Stored items

========

describe('pack size warning on real data', () => {
  it('at 400 g/day a 5000 g tin open for 7 days wastes 2200 g each time; 2000 g packs would waste none', async () => {
    // 0.4 kg/day × 7 days = 2.8 kg used per opening; 5 − 2.8 = 2.2 kg waste (the brief's example, in grams).
    const m = await materialUsing(400, { leadTimeDays: 10, orderQuantity: '20000' }, { openLifeHours: 168 });
    await createLot({ materialId: m.id, containers: 2, quantity: 5000, expiresOn: dateIn(300) });
    const item = stockListSchema.parse((await as(purchasing).get('/api/stock')).body).items.find((i) => i.materialId === m.id)!;
    expect(item.packSize).toBe(5000);
    expect(item.advice.pack).toMatchObject({
      packSize: 5000,
      usablePerPack: 2800,
      wastePerPack: 2200,
      suggestedPackSize: 2000,
      limitedBy: 'open_life',
    });
    expect(item.advice.pack!.text).toBe(
      'At 400 g/day a 5000 g pack open for 7 days wastes 2200 g each time; 2000 g packs would waste none.',
    );
    // Two tins, each open 7 days: 14 days of cover, not 25 (10 000 g ÷ 400 g/day); 4400 g wasted.
    expect(item.daysOfCover).toBeCloseTo(14, 1);
    expect(item.predictedWaste).toBeCloseTo(4400, 3);
  });
});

========

Scan the data above for the word "each", then copy every line that holds it.

ANSWER SECTION =
  it('at 400 g/day a 5000 g tin open for 7 days wastes 2200 g each time; 2000 g packs would waste none', async () => {
      'At 400 g/day a 5000 g pack open for 7 days wastes 2200 g each time; 2000 g packs would waste none.',
    // Two tins, each open 7 days: 14 days of cover, not 25 (10 000 g ÷ 400 g/day); 4400 g wasted.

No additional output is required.